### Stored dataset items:
Content starts

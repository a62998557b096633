import type { Expr, SeriesExpr } from '../../../shared/maths/expression.ts';
import { lettersOf } from '../../../shared/maths/letters.ts';
import { sameExpr } from '../../../shared/maths/same.ts';
import { childrenOf } from '../../../shared/maths/walk.ts';
import { compareExpressions } from '../compare/compare-expressions.ts';
import type { Comparison } from '../compare/comparison.ts';
import type { CheckContext } from '../context.ts';
import * as Q from '../numbers/rational.ts';
import {
  addExprs,
  divExprs,
  letterOf,
  mulExprs,
  negateExpr,
  numberOf,
  powExprs,
  rationalOf,
  zeroExpr,
} from './build.ts';
import { isIndexed } from './indexed-letters.ts';
import { isFree, linearIn, polynomialIn } from './integrand.ts';
import { infinitySign } from './limit.ts';
import { carriedOut } from './reduce.ts';
import { convergesAbsolutely, hasRadius } from './sequence-tests.ts';
import { substitute } from './substitute.ts';
import { readableTex, termTex } from './term-tex.ts';

const index = 'j_{0}';
const mostTerms = 8;

/** The terms of a sum to infinity from `start` on, in the common index; `key` says which powers they go by. */
interface OpenSeries {
  readonly key: string;
  readonly start: bigint;
  readonly body: Expr;
  readonly base: Expr | null;
}

interface Parts {
  readonly rest: Expr;
  readonly series: readonly OpenSeries[];
}

/**
 * Two lines with sums to infinity that no table has: equal where they have the same terms, power by power, once the first
 * ones are written out; different where a power of the letter has different factors and all sums converge near zero. Null
 * where there are no such sums, or they are more than multiples in a sum.
 */
export function compareOpenSeries(above: Expr, below: Expr, context: CheckContext): Comparison | null {
  if (![above, below].some(hasOpenSum)) return null;
  const [a, b] = [above, below].map((expr) => partsOf(carriedOut(expr, context)));
  if (!a || !b || a.series.length + b.series.length === 0) return null;
  const within = { ...context, wholeLetters: new Set([...context.wholeLetters, index]) };
  return (
    shiftsOf(a, b)
      .map((shift) => compareTerms(a, { ...b, series: b.series.map((one) => moved(one, shift)) }, within))
      .reduce<Comparison | null>((best, found) => best ?? found, null) ?? lowestDifference(a, b, within)
  );
}

function hasOpenSum(expr: Expr): boolean {
  if (expr.kind === 'series' && expr.operation === 'sum' && infinitySign(expr.to) === 1) return !isIndexed(expr);
  return childrenOf(expr).some(hasOpenSum);
}

function partsOf(expr: Expr): Parts | null {
  if (!hasOpenSum(expr)) return { rest: expr, series: [] };
  switch (expr.kind) {
    case 'series': {
      const one = hasOpenSum(expr.body) ? null : canonical(expr);
      return one && { rest: zeroExpr, series: [one] };
    }
    case 'sum': {
      const parts = expr.terms.map(({ sign, expr: term }) =>
        sign === 'plus' ? partsOf(term) : sign === 'minus' ? scaled(partsOf(term), numberOf(-1)) : null,
      );
      if (!parts.every((part) => part !== null)) return null;
      const known = parts as Parts[];
      return { rest: addExprs(...known.map(({ rest }) => rest)), series: known.flatMap(({ series }) => series) };
    }
    case 'product': {
      const [only, ...more] = expr.factors.filter(hasOpenSum);
      if (!only || more.length > 0) return null;
      return scaled(partsOf(only), mulExprs(...expr.factors.filter((factor) => factor !== only)));
    }
    case 'quotient':
      return hasOpenSum(expr.denominator)
        ? null
        : scaled(partsOf(expr.numerator), divExprs(numberOf(1), expr.denominator));
    default:
      return null;
  }
}

function scaled(parts: Parts | null, factor: Expr): Parts | null {
  if (!parts) return null;
  const series = parts.series.map((one) => indexed(mulExprs(factor, one.body), one.start));
  return { rest: mulExprs(factor, parts.rest), series };
}

function canonical({ index: name, from, body }: SeriesExpr): OpenSeries | null {
  const start = rationalOf(from);
  if (start?.den !== 1n) return null;
  return indexed(substitute(body, name, letterOf(index)), start.num);
}

/** A power series in the letter, where that is 0: its term without the letter. */
export function seriesAtZero(node: SeriesExpr, letter: string): Expr | null {
  const one = canonical(node);
  if (one?.base?.kind !== 'letter' || one.base.name !== letter) return null;
  const exponent = exponentOf(one.body, one.base);
  const first = exponent && rationalOf(substitute(exponent, index, numberOf(one.start)));
  if (!first || Q.sign(first) < 0) return null;
  if (Q.sign(first) > 0) return zeroExpr;
  return substitute(substitute(one.body, letter, numberOf(1)), index, numberOf(one.start));
}

/** Moved so that the powers begin with an exponent below their step. */
function indexed(body: Expr, start: bigint): OpenSeries {
  const base = baseOf(body);
  const exponent = base && exponentOf(body, base);
  const linear = exponent && linearIn(exponent, index);
  const [step, first] = [linear?.slope, linear?.constant].map((part) => (part ? rationalOf(part) : null));
  if (!base || step?.den !== 1n || first?.den !== 1n || step.num < 1n) return { key: 'none', start, body, base: null };
  const shift = Q.floor(Q.div(first, step));
  const key = `${readableTex(base)} ${step.num} ${first.num - shift * step.num}`;
  return { ...moved({ key, start, body, base }, shift), key };
}

/** The same terms, numbered from `shift` more on. */
function moved(one: OpenSeries, shift: bigint): OpenSeries {
  if (shift === 0n) return one;
  const body = substitute(one.body, index, addExprs(letterOf(index), numberOf(-shift)));
  return { ...one, start: one.start + shift, body };
}

/** What is raised to the index and has letters. */
function baseOf(expr: Expr): Expr | null {
  if (
    expr.kind === 'power' &&
    isFree(expr.base, index) &&
    !isFree(expr.exponent, index) &&
    lettersOf(expr.base).length > 0
  )
    return expr.base.kind === 'quotient' && lettersOf(expr.base.denominator).length === 0
      ? expr.base.numerator
      : expr.base;
  if (expr.kind !== 'product' && expr.kind !== 'quotient' && expr.kind !== 'sum') return null;
  for (const part of childrenOf(expr)) {
    const found = baseOf(part);
    if (found) return found;
  }
  return null;
}

/** The exponent of the base in a product; null where it stands elsewhere as well. */
function exponentOf(expr: Expr, base: Expr): Expr | null {
  if (sameExpr(expr, base)) return numberOf(1);
  if (lettersOf(base).every((name) => isFree(expr, name))) return zeroExpr;
  switch (expr.kind) {
    case 'power': {
      const inner = exponentOf(expr.base, base);
      return inner && mulExprs(inner, expr.exponent);
    }
    case 'product': {
      const parts = expr.factors.map((factor) => exponentOf(factor, base));
      return parts.every((part) => part !== null) ? addExprs(...(parts as Expr[])) : null;
    }
    case 'quotient': {
      const [top, bottom] = [exponentOf(expr.numerator, base), exponentOf(expr.denominator, base)];
      return top && bottom && addExprs(top, negateExpr(bottom));
    }
    case 'sum':
      return expr.terms.length === 1 && expr.terms[0] ? exponentOf(expr.terms[0].expr, base) : null;
    default:
      return null;
  }
}

/** Sums without powers of a letter may be numbered in several ways. */
function shiftsOf(a: Parts, b: Parts): bigint[] {
  const [one, other] = [a.series[0], b.series[0]];
  if (a.series.length !== 1 || b.series.length !== 1 || one?.key !== 'none' || other?.key !== 'none') return [0n];
  return [...new Set([0n, one.start - other.start, -1n, 1n, -2n, 2n])];
}

function compareTerms(a: Parts, b: Parts, context: CheckContext): Comparison | null {
  let reached: 'proved' | 'sampled' = 'proved';
  const rests: [Expr[], Expr[]] = [[a.rest], [b.rest]];
  for (const key of new Set([...a.series, ...b.series].map((one) => one.key))) {
    const [upper, lower] = [a, b].map(({ series }) => series.filter((one) => one.key === key)) as [
      OpenSeries[],
      OpenSeries[],
    ];
    // Sums of numbers can be taken apart only where each of them has a value.
    const isApart = key === 'none' && (upper.length > 1 || lower.length > 1);
    if (isApart && ![...upper, ...lower].every((one) => convergesAbsolutely(one.body, index, context))) return null;
    const start = [...upper, ...lower].reduce((most, one) => (one.start > most ? one.start : most), -1000n);
    for (const [k, list] of [upper, lower].entries())
      for (const one of list) {
        if (start - one.start > BigInt(mostTerms)) return null;
        rests[k as 0 | 1].push(...firstTerms(one, start - one.start));
      }
    const [left, right] = [upper, lower].map((list) => addExprs(zeroExpr, ...list.map(({ body }) => body))) as [
      Expr,
      Expr,
    ];
    const found = compareExpressions(left, right, context);
    if (found.kind !== 'equal') return null;
    if (found.reached === 'sampled') reached = 'sampled';
  }
  const rest = compareExpressions(addExprs(...rests[0]), addExprs(...rests[1]), context);
  if (rest.kind === 'equal') return { ...rest, reached: rest.reached === 'sampled' ? 'sampled' : reached };
  return rest.kind === 'different' &&
    [...a.series, ...b.series].every((one) => convergesAbsolutely(one.body, index, context))
    ? rest
    : null;
}

function firstTerms({ body, start }: OpenSeries, count: bigint): Expr[] {
  return Array.from({ length: Number(count) }, (_, k) => substitute(body, index, numberOf(start + BigInt(k))));
}

/** A power of the letter with other factors in one line than in the other. */
function lowestDifference(a: Parts, b: Parts, context: CheckContext): Comparison | null {
  const all = [...a.series, ...b.series];
  const [base] = all.map((one) => one.base);
  const letters = lettersOf(addExprs(a.rest, b.rest, ...all.map(({ body }) => body))).filter((name) => name !== index);
  const [letter] = letters;
  if (base?.kind !== 'letter' || letter !== base.name || letters.length > 1) return null;
  if (!all.every((one) => one.base && sameExpr(one.base, base) && one.start >= 0n)) return null;
  if (!all.every((one) => hasRadius(substitute(one.body, letter, numberOf(1)), index, context))) return null;
  const order = BigInt(mostTerms);
  const lines = [a, b].map(({ rest, series }) =>
    polynomialIn(addExprs(rest, ...series.flatMap((one) => firstTerms(one, order))), letter),
  );
  const [upper, lower] = lines;
  if (!upper || !lower) return null;
  const complete = Number(all.reduce((least, one) => (one.start < least ? one.start : least), order) + order);
  for (let k = 0; k < Math.min(complete, mostTerms); k += 1) {
    const [left, right] = [upper[k] ?? zeroExpr, lower[k] ?? zeroExpr];
    const found = compareExpressions(left, right, context);
    if (found.kind === 'equal') continue;
    if (found.kind !== 'different') return null;
    const power = k === 0 ? numberOf(1) : powExprs(letterOf(letter), numberOf(k));
    const tex = (coef: Expr): string => termTex(coef, power, context);
    return { kind: 'different', witness: { at: new Map(), atTex: {}, above: tex(left), below: tex(right) } };
  }
  return null;
}
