import { lettersOf } from '../../../shared/maths/letters.ts';
import type { CheckContext } from '../context.ts';
import { ballSign, magnitude } from '../numbers/ball.ts';
import * as Q from '../numbers/rational.ts';
import { toKnownValue } from '../solving/point-value.ts';
import { Unsettled } from '../solving/unsettled.ts';
import { solveStatement, type SolveEnv } from '../statements/solve.ts';
import type { CompareStatement } from '../statements/statement.ts';
import {
  divKnown,
  isExactZero,
  isKnown,
  isReal,
  mulKnown,
  negateKnown,
  oneValue,
  subKnown,
  toBall,
  zeroValue,
} from '../values/arithmetic.ts';
import { evaluate } from '../values/evaluate.ts';
import { valueTex } from '../values/value-tex.ts';
import type { KnownValue } from '../values/value.ts';
import { subExprs } from './build.ts';
import { rateNamed } from './rates.ts';

const bits = 224;
const mostPoints = 14;
const agreementsNeeded = 4;

export type CurveAnswer =
  | { readonly kind: 'apart'; readonly at: Readonly<Record<string, string>> }
  | { readonly kind: 'agreed' }
  | { readonly kind: 'unknown' };

/**
 * Whether an equation with dy/dx is true on a curve: at points of the relation, with the rates that the equations with
 * rates give there. Every equation is linear in the rate that it is solved for.
 */
export function tryOnCurve(
  relations: readonly CompareStatement[],
  rated: readonly CompareStatement[],
  claim: CompareStatement,
  context: CheckContext,
): CurveAnswer {
  let agreed = 0;
  let apart: Readonly<Record<string, string>> | null = null;
  for (const start of pointsOn(relations, [...rated, claim], context)) {
    const point = withRates(start, rated, [claim], context);
    if (!point) continue;
    const truth = isTrueAt(claim, point, context);
    if (truth === false) apart ??= Object.fromEntries([...point].map(([name, value]) => [name, valueTex(value, bits)]));
    if (truth === true) agreed += 1;
  }
  // True on one branch of the curve and false on another: which one is meant is not said.
  if (apart) return agreed < 3 ? { kind: 'apart', at: apart } : { kind: 'unknown' };
  return { kind: agreed >= agreementsNeeded ? 'agreed' : 'unknown' };
}

type CurvePoint = Map<string, KnownValue>;

const firsts: readonly Q.Rational[] = [1, 3, 2, -1, 4, -2, 5, 6, -3]
  .map((n) => Q.rational(n))
  .concat([Q.rational(1, 2), Q.rational(3, 2), Q.rational(7, 3)]);

/** Points that satisfy the relations; without any, all letters are free. */
function pointsOn(
  relations: readonly CompareStatement[],
  others: readonly CompareStatement[],
  context: CheckContext,
): CurvePoint[] {
  const names = [...new Set([...relations, ...others].flatMap(lettersOfEquation))].filter(
    (name) => rateNamed(name) === null && !context.definitions.letters.has(name),
  );
  const [relation] = relations;
  const solved = relation && dependentOf(relation, others, context);
  const found: CurvePoint[] = [];
  for (let k = 0; k < firsts.length && found.length < mostPoints; k += 1) {
    const given = new Map(
      names
        .filter((name) => name !== solved)
        .map((name, j) => [name, firsts[(k + j * 4) % firsts.length] as Q.Rational]),
    );
    const start: CurvePoint = new Map([...given].map(([name, value]) => [name, { kind: 'rational', value }]));
    if (!relation || !solved) found.push(start);
    else
      for (const value of solutionsOf(relation, solved, given, context)) found.push(new Map(start).set(solved, value));
  }
  return found
    .filter((point) => relations.slice(1).every((other) => isTrueAt(other, point, context) === true))
    .sort((a, b) => weight(a) - weight(b));
}

/** Exact points first: a person puts them in by hand. */
function weight(point: CurvePoint): number {
  return [...point.values()].filter((value) => value.kind !== 'rational').length;
}

function lettersOfEquation({ left, right }: CompareStatement): string[] {
  return [...lettersOf(left), ...lettersOf(right)];
}

/** The letter that a rate is of, else one that the relation has. */
function dependentOf(
  relation: CompareStatement,
  others: readonly CompareStatement[],
  context: CheckContext,
): string | undefined {
  const names = lettersOfEquation(relation);
  const moving = others.flatMap(lettersOfEquation).flatMap((name) => rateNamed(name)?.of ?? []);
  return (
    moving.find((name) => names.includes(name)) ??
    names.find((name) => context.calculus?.dependents.has(name)) ??
    names[0]
  );
}

function solutionsOf(
  relation: CompareStatement,
  letter: string,
  given: ReadonlyMap<string, Q.Rational>,
  context: CheckContext,
): KnownValue[] {
  const window = { low: -8, high: 8, isAll: true };
  const env: SolveEnv = { letter, given, context, window, hints: [], families: new Set() };
  try {
    const set = solveStatement(relation, env);
    return set.points.filter((_, k) => set.at[k]).map((point) => toKnownValue(point, bits));
  } catch (cause) {
    if (cause instanceof Unsettled) return [];
    throw cause;
  }
}

/** Adds the rates, lowest order first; null where an equation does not give one. */
function withRates(
  start: CurvePoint,
  rated: readonly CompareStatement[],
  claims: readonly CompareStatement[],
  context: CheckContext,
): CurvePoint | null {
  const point = new Map(start);
  const names = [
    ...new Set([...rated, ...claims].flatMap(lettersOfEquation).filter((name) => rateNamed(name) !== null)),
  ];
  for (let round = 0; round < 4 && names.some((name) => !point.has(name)); round += 1) {
    for (const equation of rated) {
      const open = [...new Set(lettersOfEquation(equation))].filter(
        (name) => rateNamed(name) !== null && !point.has(name),
      );
      const [name] = open;
      if (open.length !== 1 || name === undefined) continue;
      const value = solveLinear(equation, name, point, context);
      if (value) point.set(name, value);
    }
  }
  return names.every((name) => point.has(name)) ? point : null;
}

function solveLinear(
  equation: CompareStatement,
  name: string,
  point: CurvePoint,
  context: CheckContext,
): KnownValue | null {
  const difference = subExprs(equation.left, equation.right);
  const worth = (value: KnownValue): KnownValue | null => {
    const result = evaluate(difference, new Map(point).set(name, value), bits, context);
    return isKnown(result) ? result : null;
  };
  const two: KnownValue = { kind: 'rational', value: Q.rational(2) };
  const [f0, f1, f2] = [worth(zeroValue), worth(oneValue), worth(two)];
  if (!f0 || !f1 || !f2) return null;
  const slope = subKnown(f1, f0, bits);
  const bend = subKnown(subKnown(f2, mulKnown(two, f1, bits), bits), negateKnown(f0), bits);
  if (!isNothing(bend) || isExactZero(slope)) return null;
  const result = divKnown(negateKnown(f0), slope, bits);
  return isKnown(result) ? result : null;
}

/** Zero to many digits. */
function isNothing(value: KnownValue): boolean {
  if (value.kind !== 'ball') return isExactZero(value);
  return ballSign(value.re) === 0 && magnitude(value.re.mid) + value.re.rad < 1n << BigInt(bits - 100);
}

/** False only where the two sides are certainly apart; null where it cannot be told. */
function isTrueAt({ left, right }: CompareStatement, point: CurvePoint, context: CheckContext): boolean | null {
  const [a, b] = [evaluate(left, point, bits, context), evaluate(right, point, bits, context)];
  if (!isKnown(a) || !isKnown(b) || !isReal(a) || !isReal(b)) return null;
  const difference = subKnown(a, b, bits);
  if (isNothing(difference)) return true;
  if (difference.kind !== 'ball') return false;
  return ballSign(toBall(difference, bits).re) === 0 ? null : false;
}
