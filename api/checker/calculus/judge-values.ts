import type { Expr } from '../../../shared/maths/expression.ts';
import type { CheckContext } from '../context.ts';
import { isKnown } from '../values/arithmetic.ts';
import { evaluate } from '../values/evaluate.ts';
import { valueTex } from '../values/value-tex.ts';
import { noValueExpr } from './build.ts';
import { infinitySign } from './limit.ts';
import { lettersOf } from '../../../shared/maths/letters.ts';
import { sameExpr } from '../../../shared/maths/same.ts';

/** What a line is worth where that is not an ordinary value: beyond all bounds, or none at all. */
export type Worth =
  | { readonly kind: 'infinite'; readonly sign: 1 | -1 }
  | { readonly kind: 'none'; readonly sides?: boolean }
  | { readonly kind: 'ordinary'; readonly tex: string | null };

/** Infinities and missing values, of a limit, an integral or a sum by itself, with a sign or a number before it. */
export function worthOf(expr: Expr, context: CheckContext): Worth {
  const sign = infinitySign(expr);
  if (sign !== null) return { kind: 'infinite', sign };
  if (expr.kind === 'sum' && expr.terms.length === 1 && expr.terms[0]) {
    const inner = worthOf(expr.terms[0].expr, context);
    if (inner.kind === 'infinite' && expr.terms[0].sign === 'minus')
      return { kind: 'infinite', sign: inner.sign > 0 ? -1 : 1 };
    if (inner.kind !== 'ordinary') return inner;
  }
  if (['limit', 'integral', 'evaluated', 'series'].includes(expr.kind)) {
    const reduced = context.reduceCalculus?.(expr, context) ?? null;
    if (reduced && hasNoValue(reduced)) return { kind: 'none', sides: expr.kind === 'limit' };
    if (reduced && reduced.kind !== expr.kind) return worthOf(reduced, context);
  }
  if (
    (expr.kind === 'sum' || expr.kind === 'product' || expr.kind === 'quotient') &&
    partsOf(expr).some((part) => worthOf(part, context).kind === 'none')
  )
    return { kind: 'none' };
  return { kind: 'ordinary', tex: lettersOf(expr).length === 0 ? texOf(expr, context) : null };
}

function partsOf(expr: Extract<Expr, { kind: 'sum' | 'product' | 'quotient' }>): readonly Expr[] {
  if (expr.kind === 'sum') return expr.terms.map((term) => term.expr);
  return expr.kind === 'product' ? expr.factors : [expr.numerator, expr.denominator];
}

function hasNoValue(expr: Expr): boolean {
  if (sameExpr(expr, noValueExpr)) return true;
  return expr.kind === 'sum' && expr.terms.some((term) => hasNoValue(term.expr));
}

function texOf(expr: Expr, context: CheckContext): string | null {
  const value = evaluate(expr, new Map(), 160, context);
  return isKnown(value) ? valueTex(value, 160) : null;
}
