function print(expr: Expr, style: PrintStyle): string {
  switch (expr.kind) {
    case 'number':
      return numberText(expr, style.decimal);
    case 'letter':
      return expr.name === 'i' && !style.bindsI ? '\\mathit{i}' : expr.name;
    case 'constant':
      return CONSTANTS[expr.name];
    case 'sum':
      return printSum(expr, style);
    case 'product':
      return printProduct(expr, style);
    case 'quotient':
      return printQuotient(expr, style);
    case 'power':
      return printPower(expr, style);
    case 'root':
      return printRoot(expr, style);
    case 'call':
      return printCall(expr, style, true);
    case 'log':
      return glue(printLogHead(expr, style), argument(expr.argument, style, true));
    case 'apply':
      return expr.name + "'".repeat(expr.primes) + (expr.args.length > 0 ? bracket(list(expr.args, style)) : '');
    case 'factorial':
      return `${base(expr.operand, style, true)}!`;
    case 'binomial':
      return `\\binom{${print(expr.top, style)}}{${print(expr.bottom, style)}}`;
    case 'matrix': {
      const rows = expr.rows.map((row) => row.map((cell) => print(cell, style)).join('&')).join('\\\\');
      if (!expr.bar) return `\\begin{pmatrix}${rows}\\end{pmatrix}`;
      const columns = `${'c'.repeat(expr.bar)}|${'c'.repeat((expr.rows[0]?.length ?? 0) - expr.bar)}`;
      return `\\left(\\begin{array}{${columns}}${rows}\\end{array}\\right)`;
    }
    default:
      return printCalculus(expr, style);
  }
}

const CONSTANTS = { pi: '\\pi', e: 'e', i: '\\mathrm{i}', infinity: '\\infty' } as const;
const SIGNS = { plus: '+', minus: '-', plusminus: '\\pm', minusplus: '\\mp' } as const;

function list(items: readonly Expr[], style: PrintStyle): string {
  return items.map((item) => print(item, style)).join(style.decimal === 'comma' ? ';' : ',');
}

function printSum(sum: SumExpr, style: PrintStyle): string {
  return sum.terms.reduce((text, { sign, expr }, at) => {
    const isBare = at === 0 && sign === 'plus' && sum.terms.length > 1;
    return glue(text + (isBare ? '' : SIGNS[sign]), term(expr, style));
  }, '');
}

function term(expr: Expr, style: PrintStyle): string {
  return expr.kind === 'sum' ? bracket(print(expr, style)) : print(expr, style);
}

/** Printed without brackets it would take in whatever stands behind it. */
function endsOpen(expr: Expr): boolean {
  switch (expr.kind) {
    case 'series':
    case 'limit':
    case 'derivative':
      return true;
    case 'product':
      return endsOpen(expr.factors[expr.factors.length - 1]!);
    default:
      return false;
  }
}

function printProduct(product: ProductExpr, style: PrintStyle): string {
  const { factors, joins } = product;
  const spaced = runHidesWord(product);
  return factors.reduce((text, factor, at) => {
    const join = at === 0 ? null : (joins[at - 1] ?? 'implicit');
    const after = at < joins.length ? (joins[at] ?? 'implicit') : null;
    const next = factors[at + 1];
    let piece = printFactor(factor, style, next ?? null, after);
    if (join === 'implicit' && needsBracket(piece, factor, factors[at - 1]!)) piece = bracket(piece);
    else if (style.guardsD && factor.kind === 'letter' && factor.name === 'd' && after !== null) piece = bracket(piece);
    const sign = join === 'dot' ? '\\cdot' : join === 'times' ? '\\times' : '';
    return glue(glue(text, sign) + (spaced && join === 'implicit' ? ' ' : ''), piece);
  }, '');
}

/** Beside another factor: digits would join its digits, and a fraction of digits would make a mixed number. */
function needsBracket(piece: string, factor: Expr, before: Expr): boolean {
  return /^\d/.test(piece) || (factor.kind === 'quotient' && factor.written === 'fraction' && before.kind === 'number');
}
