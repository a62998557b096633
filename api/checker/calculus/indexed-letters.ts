import type { Expr, SeriesExpr } from '../../../shared/maths/expression.ts';
import { lettersOf } from '../../../shared/maths/letters.ts';
import { childrenOf } from '../../../shared/maths/walk.ts';

/** The letter that `a_k`, `a_{k+1}` or `a_{2k}` is where the index is a number; null for a letter without that index. */
export function indexedName(name: string, index: string, value: bigint): string | null {
  const [stem, subscript] = name.split(/_(.*)/s, 2) as [string, string | undefined];
  const inner = subscript?.replace(/^\{(.*)\}$/s, '$1');
  if (inner === undefined || !inner.includes(index)) return null;
  const rest = inner.split(index);
  const [times, shift] = rest as [string, string];
  if (rest.length !== 2 || !/^\d*$/.test(times) || !/^(?:[+-]\d+)?$/.test(shift)) return null;
  const at = String(BigInt(times || '1') * value + BigInt(shift || '0'));
  return at.length === 1 ? `${stem}_${at}` : `${stem}_{${at}}`;
}

/** Whether letters of the body are numbered by the index of the sum, so that each term has its own. */
export function isIndexed({ index, body }: SeriesExpr): boolean {
  return lettersOf(body).some((name) => name !== index && indexedName(name, index, 1n) !== null);
}

export function hasIndexed(expr: Expr): boolean {
  return (expr.kind === 'series' && isIndexed(expr)) || childrenOf(expr).some(hasIndexed);
}
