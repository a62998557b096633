import type { Line, Reading, ReadSettings } from './expression.ts';
import { lettersOf } from './letters.ts';
import { functionsIn, orderSymbols, readInPlace } from './read-in-place.ts';

/** What the lines before a line say to it. */
export interface Place {
  readonly before: readonly Line[];
  /** Names that they introduced as functions. */
  readonly functions: readonly string[];
  /** The same text for places in which every line is read alike. */
  readonly key: string;
}

/** Reads lines one after the other, each in its place behind those before it, as the checker does. */
export function createLineReader(read: (tex: string, place: Place) => Reading): (tex: string) => Reading {
  const functions = new Set<string>();
  const letters = new Set<string>();
  const before: Line[] = [];
  return (tex) => {
    const key = [before.at(-1)?.kind ?? '', [...letters].join(), [...functions].join()].join(' ');
    const reading = read(tex, { before, functions: [...functions, ...orderSymbols(tex, before)], key });
    if (reading.ok) {
      for (const name of functionsIn(reading.line)) functions.add(name);
      for (const name of lettersOf(reading.line)) letters.add(name);
      before.push(reading.line);
    }
    return reading;
  };
}

/** Lines read one after the other. */
export function readLines(lines: readonly string[], settings: Omit<ReadSettings, 'functions'>): Reading[] {
  return lines.map(
    createLineReader((tex, { before, functions }) => readInPlace(tex, { ...settings, functions }, before)),
  );
}
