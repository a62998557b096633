import type { Expr, Line } from '../../../shared/maths/expression.ts';
import { mapExpr, mapLine } from '../../../shared/maths/walk.ts';
import { rateName } from './rates.ts';

/** Most derivations have no integral, derivative or limit, and are not walked for them. */
export function mayHaveCalculus(tex: string): boolean {
  return /\\(?:[io]*int|partial|prime|mathrm|operatorname|d?dot|lim)(?![a-z])|['′]|(?:^|[^a-zA-Z\\])d|D/.test(tex);
}

/**
 * The line with dy/dx and y' as letters of their own, so that equations are solved for them like for any letter; those of
 * what was defined stay operators. A bare prime is by `by`.
 */
export function nameRates(line: Line, defined: ReadonlySet<string>, by: string): Line {
  return mapLine(line, (expr) => mapExpr(expr, (node) => nameRate(node, defined, by)));
}

function nameRate(node: Expr, defined: ReadonlySet<string>, by: string): Expr {
  if (node.kind === 'rate' && !defined.has(node.of)) {
    return { kind: 'letter', name: rateName(node), span: node.span };
  }
  if (node.kind === 'apply' && node.primes > 0 && node.args.length === 0 && !defined.has(node.name)) {
    return { kind: 'letter', name: rateName({ of: node.name, by, order: node.primes }), span: node.span };
  }
  if (node.kind === 'derivative' && node.operand.kind === 'letter' && !node.partial) {
    const { name } = node.operand;
    const isMoving = name !== node.variable && movingLetters.has(name.charAt(0)) && !defined.has(name);
    if (isMoving)
      return { kind: 'letter', name: rateName({ of: name, by: node.variable, order: node.order }), span: node.span };
  }
  return node;
}

/** Letters that stand for what varies: d/dx of one of them is dy/dx, while d/dx of a c is 0. */
const movingLetters: ReadonlySet<string> = new Set(['y', 'u', 'v', 'w', 'f', 'g']);

/** What a bare prime is by: x where the derivation has one, else t, else x. */
export function usualVariable(lines: readonly string[]): string {
  const letters = lines.join(' ').replace(/\\[a-zA-Z]+/g, ' ');
  return !letters.includes('x') && letters.includes('t') ? 't' : 'x';
}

Content ends

### TASK GOAL:
Taking the entries above, write out exactly the lines starting with the line containing "const series = parts.series.map((one)" and going on through the line containing "const exponent = exponentOf(one.body, one.base);", both included, and nothing else.

### EXERCISE ANSWER:
  const series = parts.series.map((one) => indexed(mulExprs(factor, one.body), one.start));
  return { rest: mulExprs(factor, parts.rest), series };
}

function canonical({ index: name, from, body }: SeriesExpr): OpenSeries | null {
  const start = rationalOf(from);
  if (start?.den !== 1n) return null;
  return indexed(substitute(body, name, letterOf(index)), start.num);
}

/** A power series in the letter, where that is 0: its term without the letter. */
export function seriesAtZero(node: SeriesExpr, letter: string): Expr | null {
  const one = canonical(node);
  if (one?.base?.kind !== 'letter' || one.base.name !== letter) return null;
  const exponent = exponentOf(one.body, one.base);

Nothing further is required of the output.